• [Directions for this task] Your answer must consist of every line from the data below that includes the word "work".

**** Records for the task

class RangeDecoder:
    """Decoder state for many lanes at once; lane i reads ``data[start[i] : end[i]]``.

    Bytes past a lane's end read as zero.  ``bad`` marks lanes whose state
    became impossible (a corrupt lane that still passed its CRC); ``reads``
    counts the bytes each lane took after its first four.  ``lanes``
    arguments are index arrays or slices into the lane arrays; the ``*_prefix``
    methods work on lanes ``0 .. a - 1`` with one value per lane (a width of
    0 bits leaves a lane as it is), without index arrays.

    Internally the lanes' bytes are copied one after another, each followed by
    two zero bytes, and ``pos``/``end`` index that copy: a read at or past a
    lane's end is clamped to its first padding byte, and two bytes at a time
    come from one lookup of ``words`` (big-endian byte pairs).
    """

    def __init__(self, data: np.ndarray, start: np.ndarray, end: np.ndarray):
        data = np.asarray(data, dtype=np.uint8)
        start = np.asarray(start, dtype=np.int64)
        size = np.maximum(np.asarray(end, dtype=np.int64) - start, 0)
        room = size + 2
        base = np.cumsum(room) - room
        self.data = np.zeros(int(room.sum()) + 1, dtype=np.uint8)
        off = np.arange(int(size.sum())) - np.repeat(np.cumsum(size) - size, size)
        self.data[np.repeat(base, size) + off] = data[np.repeat(start, size) + off]
        d = self.data.astype(np.int64)
        self.words = (d[:-1] << 8) | d[1:]
        self.pos = base + 4
        self.end = base + size
        self.rng = np.full(start.size, _MASK32, dtype=np.int64)
        self.value = (self._word(base, self.end) << 16) | self._word(base + 2, self.end)
        self.bad = np.zeros(start.size, dtype=bool)
        self._first = base + 4

    @property
    def reads(self) -> np.ndarray:
        """Bytes each lane read after its first four (every read moves ``pos`` by one)."""
        return self.pos - self._first

    def _word(self, pos, end) -> np.ndarray:
        return self.words[np.minimum(pos, end)]

    def _renorm(self, lanes, rg: np.ndarray) -> None:
        # after a step range >= 2**8 (``rg``, just stored): at most two bytes
        nb = (rg < _TOP).view(np.int8) + (rg < (1 << 16)).view(np.int8)
        if not _any(nb):
            return
        sh = nb << 3
        p = self.pos[lanes]
        w = self._word(p, self.end[lanes])
        self.value[lanes] = (self.value[lanes] << sh) | (w >> (16 - sh))
        self.rng[lanes] = rg << sh
        self.pos[lanes] = p + nb

    def symbol(self, lanes, row: np.ndarray) -> np.ndarray:
        """Decode one model symbol per lane with cumulative table row ``row``."""
        r = self.rng[lanes] >> TOTAL_BITS
        val = self.value[lanes]
        t = np.minimum(val // r, TOTAL - 1)
        lut, lut_exact, lut_base = _lut()
        li = lut_base[row] + (t >> _LUT_DROP)
        s = lut[li].astype(np.int64)
        base = row * _W
        flat, inexact = _decoder_tables()
        slow = inexact[li]
        if _any(slow):  # t falls where a table step sits inside the lookup cell
            k = np.flatnonzero(slow)
            while True:
                more = (s[k] < _W - 2) & (flat[base[k] + s[k] + 1] <= t[k])
                if not _any(more):
                    break
                s[k] += more
        at = base + s
        c0 = flat[at]
        self._narrow(lanes, r, val - r * c0, r * (flat[at + 1] - c0))
        return s

    def bits(self, lanes, width) -> np.ndarray:
        """Decode a ``width``-bit bypass value per lane (0 <= width <= 16)."""
        r = self.rng[lanes] >> width
        val = self.value[lanes]
        v = np.minimum(val // r, (np.int64(1) << width) - 1)
        self._narrow(lanes, r, val - r * v, r)
        return v

    def long_bits(self, lanes, width: np.ndarray) -> np.ndarray:
        """A bypass value of up to 64 bits, as chunks of <= 16 bits, most significant first."""
        lanes = np.arange(self.rng.size)[lanes]
        out = np.zeros(lanes.size, dtype=np.int64)
        rem = np.asarray(width, dtype=np.int64).copy()
        while (rem > 0).any():
            cw = np.minimum(rem, _BYPASS_MAX)
            rem = rem - cw
            sel = cw > 0
            v = self.bits(lanes[sel], cw[sel])
            out[sel] = (out[sel] << cw[sel]) | v
        return out

    def sign_bits(self, a: int, width: np.ndarray) -> np.ndarray:
        """Whether the 1-bit value of each of lanes ``0 .. a - 1`` with ``width`` 1 is 1
        (:meth:`bits` with widths of 0 or 1, whose largest value is the width)."""
        lanes = slice(0, a)
        r = self.rng[lanes] >> width
        val = self.value[lanes]
        v = np.minimum(val // r, width)
        self._narrow(lanes, r, val - r * v, r)
        return v == 1

    def prefix_bits(self, a: int, width: np.ndarray) -> np.ndarray:
        """:meth:`long_bits` of lanes ``0 .. a - 1`` (width 0: nothing read)."""
        if np.maximum.reduce(width) <= _BYPASS_MAX:
            return self.bits(slice(0, a), width)
        return self.long_bits(slice(0, a), width)

    def _narrow(self, lanes, r, val, rng) -> None:
        bad = val >= rng
        if _any(bad):
            self.bad[np.arange(self.bad.size)[lanes][bad]] = True
            val = np.minimum(val, rng - 1)
        self.value[lanes] = val
        self.rng[lanes] = rng
        self._renorm(lanes, rng)


#: At most this many lanes still decoding: they finish one at a time in plain integers.
SCALAR_LANES = 8
_BIG_BITS = 53
_BIG = 1 << _BIG_BITS


@functools.cache
def _scalar_tables() -> tuple[list, list, list, list, list, list]:
    """The model and lookup tables as Python lists for :func:`_finish_scalar`, built on
    first use (like :func:`_lut`, so importing the coder stays cheap)."""
    lut, exact, base = _lut()
    model = _model()
    return (model.cum.tolist(), model.shift.tolist(), lut.tolist(), exact.tolist(), base.tolist(),
            TRANSITIONS.tolist())
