"""Frame layout version 1: packing and parsing whole batches of frames.

The layout is written down bit by bit in ``FRAME_LAYOUT.md`` beside this file;
:data:`HEADER_FIELDS` is the same table as data, and both the vectorized packer
here and the bitstring reference packer (:func:`pack_frame_reference`) are
driven by it.

A frame::

    sync(16) | version(4) flags(4) length(16) profile(16) channel(8)
    sequence(16) basis(8) step_code(10) terms(13) value_width(6)
    mean_width(6) valid(13) | mean(mean_width) | terms x [index(ib), value(value_width)]
    | zero padding to a byte | crc(16)

All fields are unsigned and MSB first except ``mean`` and ``value``, which are
two's complement.  ``ib`` is the number of bits that index a term of a frame of
N samples, ``max(1, ceil(log2 N))``.  The CRC is CRC-16/IBM-3740 over every
byte after the sync marker up to the CRC itself.
"""

from __future__ import annotations

import binascii
import hashlib
from dataclasses import dataclass, field

import bitstring
import numpy as np

from ..entropy.bits import (
    MAX_FIELD_BITS,
    from_twos,
    pack_fields,
    read_fields,
    signed_width,
    to_twos,
)
from ..entropy.rangecoder import CONTEXT_WINDOW  # also the Rice contexts' window
from ..entropy.rice import exp_golomb_bits
from .crc import crc16_ibm3740, crc16_prefix_states, crc16_span

__all__ = [
    "LAYOUT_VERSION",
    "SYNC",
    "GAP_KIND",
    "HEADER_FIELDS",
    "HEADER_BYTES",
    "FrameBatch",
    "index_bits",
    "pack_frames",
    "parse_headers",
    "parse_payloads",
    "pack_frame_reference",
    "unpack_frame_reference",
    "frame_extent",
    "frame_crc_ok",
    "FrameKey",
    "frame_extents",
    "frames_crc_ok",
    "LAYOUT_VERSION_2",
    "CONTEXT_WINDOW",
    "FrameBatchV2",
    "pack_frames_v2",
    "parse_frames_v2",
    "payload_bits_v2",
    "rice_parameters",
    "wrap_frames",
    "read_subheaders",
    "write_subheaders",
    "subframes_fit",
]

LAYOUT_VERSION = 1
SYNC = b"\xe3\x5a"
#: Version nibble of the gap-mask frame kind (layout in ``gapmask.py``), valid beside any version.
GAP_KIND = 15
_GAP_MIN_BYTES = 14  # its fixed header (12 bytes with the sync marker) and CRC
#: Appended to the profile digest for the key of a gap-mask frame's inner frame.
INNER_KEY_LABEL = b"gap-mask inner frame"

#: (field, bits, meaning) after the sync marker, in order.
HEADER_FIELDS: tuple[tuple[str, int, str], ...] = (
    ("version", 4, "frame layout version (1)"),
    ("flags", 4, "reserved, must be 0"),
    ("length", 16, "bytes in the whole frame, sync marker to CRC"),
    ("profile", 16, "profile identifier (first 16 bits of SHA-256 of its canonical form)"),
    ("channel", 8, "channel index in the profile"),
    ("sequence", 16, "time-window index modulo 65536"),
    ("basis", 8, "basis code"),
    ("step_code", 10, "quantizer step code: step = 2**((code - 512) / 8)"),
    ("terms", 13, "number of kept terms (0..N)"),
    ("value_width", 6, "bits per kept term's value (two's complement), 0 when no terms"),
    ("mean_width", 6, "bits of the frame mean (two's complement); 0 = no mean (reference 'total')"),
    ("valid", 13, "samples of this frame that are real data (N except a short last frame)"),
)
_HEADER_BITS = sum(b for _, b, _ in HEADER_FIELDS)
assert _HEADER_BITS % 8 == 0
#: Bytes from the start of the frame to the end of the fixed header.
HEADER_BYTES = len(SYNC) + _HEADER_BITS // 8
CRC_BYTES = 2


def frame_extent(mv: memoryview, pos: int) -> int | None:
    """Length in bytes claimed by the frame whose sync marker is at ``pos``.

    This is the envelope rule a receiver uses before it trusts anything else:
    None when the bytes cannot start a frame of a layout version we know (too
    short to hold a header, unknown version, impossible length).  Version 1
    carries a 16-bit length after the version and flags nibbles; versions 2 and 3 a
    1-bit long flag and an 11-bit (or 27-bit) length after the version nibble.
    Stream search never depends on how a payload is coded.
    """
    if pos + len(SYNC) + 2 > len(mv) or mv[pos : pos + len(SYNC)] != SYNC:
        return None
    b0 = mv[pos + len(SYNC)]
    version = b0 >> 4
    if version == GAP_KIND:  # gap-mask frame: 16-bit length where v1 keeps it
        if pos + 5 > len(mv):
            return None
        length = int.from_bytes(mv[pos + 3 : pos + 5], "big")
        return length if length >= _GAP_MIN_BYTES else None
    if version == LAYOUT_VERSION:
        if pos + HEADER_BYTES > len(mv):
            return None
        length = int.from_bytes(mv[pos + 3 : pos + 5], "big")
        return length if length >= HEADER_BYTES + CRC_BYTES else None
    if version in (LAYOUT_VERSION_2, _LAYOUT_VERSION_3, _LAYOUT_VERSION_4):
        if b0 & 0x08:  # long length field: 27 bits
            if pos + len(SYNC) + 4 > len(mv):
                return None
            length = int.from_bytes(mv[pos + 2 : pos + 6], "big") & ((1 << 27) - 1)
            return length if length >= (1 << SHORT_LENGTH_BITS) else None
        length = int.from_bytes(mv[pos + 2 : pos + 4], "big") & ((1 << 11) - 1)
        return length if length >= (_MIN_V2_BYTES if version == LAYOUT_VERSION_2
                                    else _MIN_V3_BYTES) else None
    return None


@dataclass(frozen=True)
class FrameKey:
    """The profile's share of every frame's CRC (``FRAME_LAYOUT.md``, "Profile check").

    A frame's CRC-16/IBM-3740 runs over an implicit prefix, then the frame's
    bytes after the sync marker up to the CRC.  The prefix is never sent:
    it is SHA-256(``digest`` || frame length as 4 bytes big-endian), where
    ``digest`` is the 32-byte profile digest
    (:func:`codec._profile.profile_digest`), so a frame made under another
    profile fails its CRC like a damaged one, and each frame length gets an
    independent check.  The CRC register after the prefix (the initial value
    for the frame's own bytes) is cached per length.
    """

    digest: bytes
    _inits: dict = field(default_factory=dict, compare=False, repr=False)
    _inner: list = field(default_factory=list, compare=False, repr=False)

    def inner(self) -> FrameKey:
        """The key of a data frame carried inside a gap-mask frame.

        Its digest is SHA-256(``digest`` || "gap-mask inner frame"), so an inner
        frame found on its own (its gap-mask frame damaged) fails its CRC: the
        stand-in values under a gap never pass for data.
        """
        if not self._inner:
            self._inner.append(FrameKey(hashlib.sha256(self.digest + INNER_KEY_LABEL).digest()))
        return self._inner[0]

    def prefix(self, length: int) -> bytes:
        """The implicit prefix of a frame of ``length`` bytes."""
        return hashlib.sha256(self.digest + int(length).to_bytes(4, "big")).digest()

    def init(self, length: int) -> int:
        """CRC register after the prefix of a frame of ``length`` bytes."""
        v = self._inits.get(length)
        if v is None:
            if len(self._inits) >= 1 << 16:  # bounded: a long hostile stream claims many lengths
                self._inits.clear()
            v = self._inits[length] = crc16_ibm3740(self.prefix(length))
        return v

    def inits(self, lengths: np.ndarray) -> np.ndarray:
        """:meth:`init` of every length (one hash per distinct length)."""
        uniq, inv = np.unique(np.asarray(lengths, dtype=np.int64), return_inverse=True)
        vals = np.fromiter((self.init(v) for v in uniq.tolist()), dtype=np.uint16,
                           count=uniq.size)
        return vals[inv.reshape(-1)]


def frame_crc_ok(mv: memoryview, pos: int, length: int, key: FrameKey) -> bool:
    """Whether the frame at ``pos`` of ``length`` bytes passes its CRC under ``key``."""
    end = pos + length
    if end > len(mv):
        return False
    return binascii.crc_hqx(mv[pos + len(SYNC) : end - CRC_BYTES], key.init(length)) == \
        int.from_bytes(mv[end - CRC_BYTES : end], "big")


def frame_extents(u: np.ndarray, pos: np.ndarray) -> tuple[np.ndarray, np.ndarray]:
    """:func:`frame_extent` of the candidates at byte ``pos`` of ``u`` (sync markers there).

    Returns ``(length, need)``: the claimed length (-1 where
    :func:`frame_extent` gives None) and the bytes from ``pos`` the envelope
    rule read (a candidate nearer the end than that is undecided).  Whole-array.
    """
    pos = np.asarray(pos, dtype=np.int64)
    pad = np.concatenate([u, np.zeros(HEADER_BYTES, np.uint8)]).astype(np.int64)
    b0 = pad[pos + 2]
    version = b0 >> 4
    w16 = (pad[pos + 3] << 8) | pad[pos + 4]
    w27 = ((b0 << 24) | (pad[pos + 3] << 16) | (pad[pos + 4] << 8) | pad[pos + 5]) & (
        (1 << 27) - 1)
    w11 = ((b0 & 7) << 8) | pad[pos + 3]
    longf = (b0 & 0x08) > 0
    v234 = (version == LAYOUT_VERSION_2) | (version == _LAYOUT_VERSION_3) | (
        version == _LAYOUT_VERSION_4)
    need = np.select([version == GAP_KIND, version == LAYOUT_VERSION, v234 & longf],
                     [5, HEADER_BYTES, len(SYNC) + 4], len(SYNC) + 2)
    need = np.maximum(need, len(SYNC) + 2)
    minimum = np.where(version == LAYOUT_VERSION_2, _MIN_V2_BYTES, _MIN_V3_BYTES)
    length = np.select(
        [version == GAP_KIND, version == LAYOUT_VERSION, v234 & longf, v234],
        [np.where(w16 >= _GAP_MIN_BYTES, w16, -1),
         np.where(w16 >= HEADER_BYTES + CRC_BYTES, w16, -1),
         np.where(w27 >= (1 << SHORT_LENGTH_BITS), w27, -1),
         np.where(w11 >= minimum, w11, -1)], -1)
    length = np.where(pos + need <= u.size, length, -1)
    return length, need
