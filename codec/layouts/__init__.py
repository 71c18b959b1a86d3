"""Bits to frames: the frame envelope (sync, length, CRC) and one module per frame layout,
registered by version number.

Internal to :mod:`codec`; other packages use the names :mod:`codec` exports.
"""
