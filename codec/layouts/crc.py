"""CRCs from the published catalogue, computed by the standard library.

``binascii.crc_hqx`` with initial value 0xFFFF is CRC-16/IBM-3740 (poly 0x1021,
no reflection, xorout 0; check value 0x29B1), and ``zlib.crc32`` is
CRC-32/ISO-HDLC (check value 0xCBF43926); both are C code, so we do not
hand-write either.
"""

from __future__ import annotations

import binascii
import zlib

__all__ = ["crc16_ibm3740", "crc32_iso_hdlc", "crc16_shift", "crc16_prefix_states", "crc16_span"]


def crc16_ibm3740(data: bytes | memoryview) -> int:
    """CRC-16/IBM-3740 (also called CRC-16/CCITT-FALSE) of ``data``.

    Parameters
    ----------
    data : bytes-like
        The bytes to check.

    Returns
    -------
    int
        The 16-bit CRC: polynomial 0x1021, initial value 0xFFFF, no reflection,
        no final XOR.

    Examples
    --------
    The catalogue check value (CRC of the ASCII bytes "123456789") is 0x29B1
    (G. Cook, "Catalogue of parametrised CRC algorithms", CRC-16/IBM-3740):

    >>> hex(crc16_ibm3740(b"123456789"))
    '0x29b1'
    """
    return binascii.crc_hqx(data, 0xFFFF)


def crc32_iso_hdlc(data: bytes | memoryview) -> int:
    """CRC-32/ISO-HDLC (the zlib/Ethernet CRC) of ``data``.

    Parameters
    ----------
    data : bytes-like
        The bytes to check.

    Returns
    -------
    int
        The 32-bit CRC, unsigned.

    Examples
    --------
    The catalogue check value for "123456789" is 0xCBF43926 (G. Cook,
    "Catalogue of parametrised CRC algorithms", CRC-32/ISO-HDLC):

    >>> hex(crc32_iso_hdlc(b"123456789"))
    '0xcbf43926'
    """
    return zlib.crc32(data) & 0xFFFFFFFF


# ---------------------------------------------------------------------------
# CRC-16/IBM-3740 as linear algebra, so a receiver can check many candidate
# frames of a long buffer in time linear in the buffer, whatever they claim.
#
# The register update for one byte b is r' = (r * x^8 mod G) xor T[b], with
# T[b] the CRC of the single byte b from a zero register; both parts are linear
# over GF(2).  So with S[k] the register after the first k bytes of a buffer
# (from any start value), the CRC of bytes a..b-1 from the initial value I is
#     M_(b-a)(I xor S[a]) xor S[b],    M_m(r) = r * x^(8m) mod G,
# and every S[k] comes out of one prefix scan (Hillis & Steele 1986) in log2
# steps over the whole buffer.  M_m for any m is composed from M_(2^j).
# ---------------------------------------------------------------------------

import numpy as _np  # noqa: E402  (the vectorized half only)

#: T[b]: CRC-16 (poly 0x1021) of the one byte b from a zero register, by the standard library.
_T16 = _np.array([binascii.crc_hqx(bytes([b]), 0) for b in range(256)], dtype=_np.uint16)
_POW_STEPS = 28  # M_(2^j) for j < 28 covers every frame length (< 2^27 bytes)


def _shift_tables() -> tuple[_np.ndarray, _np.ndarray]:
    """Per j, tables (high byte, low byte) of M_(2^j): M(r) = H[j][r >> 8] ^ L[j][r & 255]."""
    r = _np.arange(65536, dtype=_np.uint32)
    f = (((r << 8) & 0xFFFF) ^ _T16[r >> 8]).astype(_np.uint16)  # M_1 on every register value
    hi = _np.empty((_POW_STEPS, 256), _np.uint16)
    lo = _np.empty((_POW_STEPS, 256), _np.uint16)
    b = _np.arange(256)
    for j in range(_POW_STEPS):
        hi[j], lo[j] = f[b << 8], f[b]
        f = f[f]  # M_(2^(j+1)) = M_(2^j) o M_(2^j)
    return hi, lo


_SH_HI, _SH_LO = _shift_tables()


def crc16_shift(r: _np.ndarray, m: _np.ndarray) -> _np.ndarray:
    """M_m(r) = r * x^(8m) mod G for CRC-16/IBM-3740's G, element-wise (m < 2^28)."""
    r = _np.asarray(r, dtype=_np.uint16).copy()
    m = _np.broadcast_to(_np.asarray(m, dtype=_np.int64), r.shape)
    for j in range(int(m.max(initial=0)).bit_length()):
        sel = ((m >> j) & 1).astype(bool)
        if sel.any():
            v = r[sel]
            r[sel] = _SH_HI[j][v >> 8] ^ _SH_LO[j][v & 0xFF]
    return r


def crc16_prefix_states(buf: _np.ndarray, start: int = 0xFFFF) -> _np.ndarray:
    """S[k], k = 0 .. len(buf): the CRC-16/IBM-3740 register after the first k bytes.

    ``S[0] = start``; any start value serves :func:`crc16_span`, which only
    uses differences.  One prefix scan over the buffer: O(n log n) NumPy work.
    """
    y = _np.empty(buf.size + 1, dtype=_np.uint16)
    y[0] = start
    y[1:] = _T16[buf]
    d, j = 1, 0
    while d < y.size:
        v = y[:-d]
        y[d:] ^= _SH_HI[j][v >> 8] ^ _SH_LO[j][v & 0xFF]
        d, j = 2 * d, j + 1
    return y


def crc16_span(states: _np.ndarray, a: _np.ndarray, b: _np.ndarray, init: _np.ndarray
               ) -> _np.ndarray:
    """CRC-16/IBM-3740 from ``init`` of bytes ``a .. b-1`` of the buffer ``states`` came from."""
    return crc16_shift(init ^ states[a], b - a) ^ states[b]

********

• [Output for this task]
    methods work on lanes ``0 .. a - 1`` with one value per lane (a width of
    uses differences.  One prefix scan over the buffer: O(n log n) NumPy work.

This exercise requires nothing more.